One of the main control flow commands in BASIC is GOTO, which jumps to a given line number. While you will need to handle GOTO statements in BASIC, don't try to use them in C++: this is considered very bad style. The GOTO statement produces code which is very difficult to understand, which is why most languages nowadays strongly discourage it, or not make it available at all. See the article Go To Statement Considered Harmful, one of the most influential computer science articles of all time, and also check out the following XKCD comic.
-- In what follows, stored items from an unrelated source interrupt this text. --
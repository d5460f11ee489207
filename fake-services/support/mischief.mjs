import { readBody, sendJson } from './http.mjs';

const KINDS = ['fail', 'slow', 'garbage', 'drop', 'lose'];

/**
 * Lets a test tell a fake to misbehave. POST /_control takes
 * { fail, slow, garbage, drop, lose: how many of the next calls, status, retryAfter, milliseconds, method, path }:
 * fail answers `status` (503 unless told), slow waits `milliseconds` first, garbage answers nonsense,
 * drop cuts the connection before anything is done, lose does the work and cuts the connection instead of answering.
 * `method` and `path` (a prefix) narrow it to some calls. DELETE /_control makes the fake behave again.
 */
export function createMischief() {
  const nothing = () => ({ fail: 0, slow: 0, garbage: 0, drop: 0, lose: 0, status: 503, milliseconds: 1000 });
  let orders = nothing();

  async function control(request, response) {
    if (request.method === 'DELETE') orders = nothing();
    if (request.method === 'POST') {
      let wanted;
      try {
        wanted = JSON.parse((await readBody(request, 10_000)).toString('utf8'));
      } catch {
        return sendJson(response, 400, { message: 'The control body is not JSON.' });
      }
      const unknown = Object.keys(wanted).filter(
        (key) => ![...KINDS, 'status', 'retryAfter', 'milliseconds', 'method', 'path'].includes(key),
      );
      if (unknown.length > 0) return sendJson(response, 400, { message: `Unknown control: ${unknown.join(', ')}.` });
      orders = { ...nothing(), ...wanted };
    }
    return sendJson(response, 200, orders);
  }

  /** What to do with this call; each order is used up by it. */
  function next(request) {
    if (orders.method !== undefined && orders.method !== request.method) return {};
    if (orders.path !== undefined && !request.url.startsWith(orders.path)) return {};
    const now = { status: orders.status, retryAfter: orders.retryAfter, milliseconds: orders.milliseconds };
    for (const kind of KINDS) {
      if (orders[kind] > 0) {
        orders[kind] -= 1;
        now[kind] = true;
      }
    }
    return now;
  }

  return { control, next };
}

export const pause = (milliseconds) => new Promise((resolve) => setTimeout(resolve, milliseconds));
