'use client';

import { Sheet } from 'lucide-react';
import { useRouter } from 'next/navigation';
import { useState } from 'react';
import type { UploadAnswer } from '@/lib/schemas/reports';
import { Button } from '@/lib/ui/actions/button';
import { LinkButton } from '@/lib/ui/actions/link-button';
import type { Problem } from '@/lib/ui/api';
import { Notice } from '@/lib/ui/feedback/notice';
import { ProblemNotice } from '@/lib/ui/feedback/problem-notice';
import { FileButton } from '@/lib/ui/files/file-button';
import { uploadApi } from '@/lib/ui/upload';

const ENDINGS = '.xlsx,.xls,.csv,.tsv,.txt';

/** One spreadsheet, sent as what it is: results typed up by the grower and no laboratory's report. */
export function SendSheet({ siteId }: { siteId: string }) {
  const router = useRouter();
  const [busy, setBusy] = useState(false);
  const [problem, setProblem] = useState<Problem>();
  const [seen, setSeen] = useState<{ file: File; reportId: string } | null>(null);
  const home = `/sites/${siteId}/reports`;

  const send = async (file: File | undefined, asRevision = false) => {
    if (file === undefined || busy) return;
    setBusy(true);
    setProblem(undefined);
    setSeen(null);
    const body = new FormData();
    body.set('file', file);
    body.set('ownSheet', 'true');
    if (asRevision) body.set('asRevision', 'true');
    const result = await uploadApi<UploadAnswer>(`/sites/${siteId}/uploads`, { body });
    if (!result.ok) {
      setProblem(result.problem);
      setBusy(false);
      return;
    }
    if (result.data.kind === 'seen-before') {
      setSeen({ file, reportId: result.data.reportId });
      setBusy(false);
      return;
    }
    router.push(`${home}/${result.data.reportId}`);
  };

  return (
    <div className="grid justify-items-start gap-4">
      <FileButton
        accept={ENDINGS}
        busy={busy}
        busyLabel="Sending"
        icon={<Sheet aria-hidden="true" className="size-5" />}
        onFiles={(files) => void send(files[0])}
      >
        Choose the spreadsheet
      </FileButton>
      <p className="max-w-measure text-sm text-clay">
        XLSX, XLS or CSV, up to 5 MB and 5,000 rows. Nothing counts before you have seen what comes of it.
      </p>
      <ProblemNotice problem={problem} />
      {seen ? (
        <Notice
          tone="look"
          live
          title="This file was sent before"
          action={
            <>
              <LinkButton look="quiet" size="small" className="min-h-(--target)!" href={`${home}/${seen.reportId}`}>
                Open it
              </LinkButton>
              <Button
                look="quiet"
                size="small"
                className="min-h-(--target)!"
                onClick={() => void send(seen.file, true)}
              >
                Send it again as a spreadsheet of your own
              </Button>
            </>
          }
        >
          It is kept once. If it was sent as a laboratory’s report by mistake, it can be sent again as your own sheet.
        </Notice>
      ) : null}
    </div>
  );
}
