import { and, eq } from 'drizzle-orm';
import { mailPreference } from '@/db/schema';
import { mailTokenInput } from '@/lib/schemas/reminders';
import { withPeople } from '../transaction';
import { publicVerb } from '../verb';
import { readLinkToken } from './linkToken';

/** What the page behind the link shows. Looking changes nothing: mail scanners look too. */
export const lookAtUnsubscribe = publicVerb({
  input: mailTokenInput,
  run: ({ ctx, input }) =>
    withPeople(async (tx) => {
      const link = await readLinkToken(tx, ctx, input.token, 'unsubscribe');
      const [row] = await tx
        .select({ wanted: mailPreference.wanted })
        .from(mailPreference)
        .where(
          and(eq(mailPreference.personId, link.personId), eq(mailPreference.kind, link.payload.kind ?? 'reminder')),
        );
      return { name: link.name, stopped: row?.wanted === false };
    }),
});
In this part of the project, you will only be worried about syntax. That is, you will need to parse a line of code such as:
4 IF XYZ > 5 THEN 22
and store it in a parse tree (which we will describe later). You don't need to worry (yet) about what this line of code actually means. That is, you do not need to worry about the semantics. For now, you just need to parse and print programs. We'll give a few basic explanations about the meanings of commands now, but details will follow later in homework 4.
Variables
We will only consider two types of variables:
- Integer variables: the names of integer variables will be strings of all uppercase letters - no other characters allowed. The strings will have length at most 8. No variable can have a name that is a command in the language.
- One-dimensional arrays of integers: exactly the same rules apply as for integer variables.
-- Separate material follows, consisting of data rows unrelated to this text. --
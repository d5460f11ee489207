import { spawn } from 'node:child_process';
import { closeSync, mkdirSync, openSync, readFileSync } from 'node:fs';
import path from 'node:path';
import readline from 'node:readline';

const STOP_AFTER = 8_000;

/** Signals a whole process group; a group that is gone is what was wanted. */
function signalGroup(pid, signal) {
  try {
    process.kill(-pid, signal);
  } catch (error) {
    if (error.code !== 'ESRCH') throw error;
  }
}

function groupLives(pid) {
  try {
    process.kill(-pid, 0);
    return true;
  } catch (error) {
    return error.code === 'EPERM';
  }
}

async function waitUntil(condition, milliseconds) {
  const end = Date.now() + milliseconds;
  while (!condition()) {
    if (Date.now() > end) return false;
    await new Promise((resolve) => setTimeout(resolve, 20));
  }
  return true;
}

function tail(file, lines) {
  try {
    return readFileSync(file, 'utf8').trimEnd().split('\n').slice(-lines).join('\n');
  } catch {
    return '';
  }
}

/**
 * @typedef {{ name: string, code: number | string | null, signal: string | null, lastLines: string }} UnexpectedEnd
 * @typedef {{ name: string, child: import('node:child_process').ChildProcess, stopSignal: string, logFile: string,
 *   exited: boolean, expected: boolean, ended: Promise<{ code: number | string | null, signal: string | null }> }} Started
 */

/**
 * The processes a script has started. Each child leads a group of its own, writes into logs/<name>.log and, when
 * `show`, to the terminal as well; `inherit` leaves the terminal to it. `onChange` hears the living children (for the pid
 * file), `onExit` the unexpected end of one.
 */
export function createChildren(
  /** @type {{ logs: string, onChange?: (living: { name: string, pid: number }[]) => void, onExit?: (end: UnexpectedEnd) => void }} */
  { logs, onChange = () => {}, onExit = () => {} },
) {
  const running = [];
  let stopping = false;
  mkdirSync(logs, { recursive: true });

  /** @returns {Started} */
  function start(
    name,
    command,
    args,
    { env = process.env, cwd, stopSignal = 'SIGTERM', show = false, inherit = false } = {},
  ) {
    const logFile = path.join(logs, `${name}.log`);
    const log = openSync(logFile, 'w');
    const stdio = inherit ? ['ignore', 'inherit', 'inherit'] : show ? ['ignore', 'pipe', 'pipe'] : ['ignore', log, log];
    const child = spawn(command, args, { cwd, env, stdio, detached: true });
    closeSync(log);
    if (show) {
      for (const stream of [child.stdout, child.stderr]) {
        readline.createInterface({ input: stream }).on('line', (line) => console.log(`${name.padEnd(8)}| ${line}`));
      }
    }
    const entry = { name, child, stopSignal, logFile, exited: false, expected: false, ended: undefined };
    entry.ended = new Promise((resolve) => {
      const end = (code, signal) => {
        if (entry.exited) return;
        entry.exited = true;
        onChange(living());
        resolve({ code, signal });
        if (!stopping && !entry.expected) onExit({ name, code, signal, lastLines: tail(logFile, 25) });
      };
      child.once('exit', end);
      child.once('error', (error) => end(error.message, null));
    });
    running.push(entry);
    onChange(living());
    return entry;
  }

  const living = () => running.filter((entry) => !entry.exited).map(({ name, child }) => ({ name, pid: child.pid }));

  async function stop(entry) {
    entry.expected = true;
    const { pid } = entry.child;
    if (pid === undefined) return;
    if (!entry.exited) signalGroup(pid, entry.stopSignal);
    const gone = await waitUntil(() => entry.exited && !groupLives(pid), STOP_AFTER);
    if (!gone) {
      signalGroup(pid, 'SIGKILL');
      await waitUntil(() => entry.exited && !groupLives(pid), 2_000);
    }
  }

  async function stopAll() {
    stopping = true;
    for (const entry of [...running].reverse()) await stop(entry);
  }

  return { start, stop, stopAll };
}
An array is accessed by using the
[]
operator. You can have an array variable of the same name as an integer variable; your program should be able to tell them apart by whether there are[]
after the name to access an element.
Expressions
In order to assign values into variables, or compute array indices, or print values, we will frequently need numeric expressions, or expressions that evaluate to numbers.
For IF
statements, we will need to evaluate Boolean expressions.
Here is a recursive definition of these two constructs.
A numeric expression is one of the following:
- A constant: this is simply an integer number, like 42, written out normally.
- An integer variable name
<VAR>
: see the variables section - An array evaluated at an integer position: this will be of the form
<VAR>[<NEXP>]
. Here,<VAR>
denotes any legal variable name, and<NEXP>
is any legal numeric expression. - One of the following four arithmetic numeric expressions:
(<NEXP1> + <NEXP2>)
(<NEXP1> - <NEXP2>)
(<NEXP1> * <NEXP2>)
(<NEXP1> / <NEXP2>)
In all of these cases, <NEXP1>
and <NEXP2>
denote legal numeric expressions themselves.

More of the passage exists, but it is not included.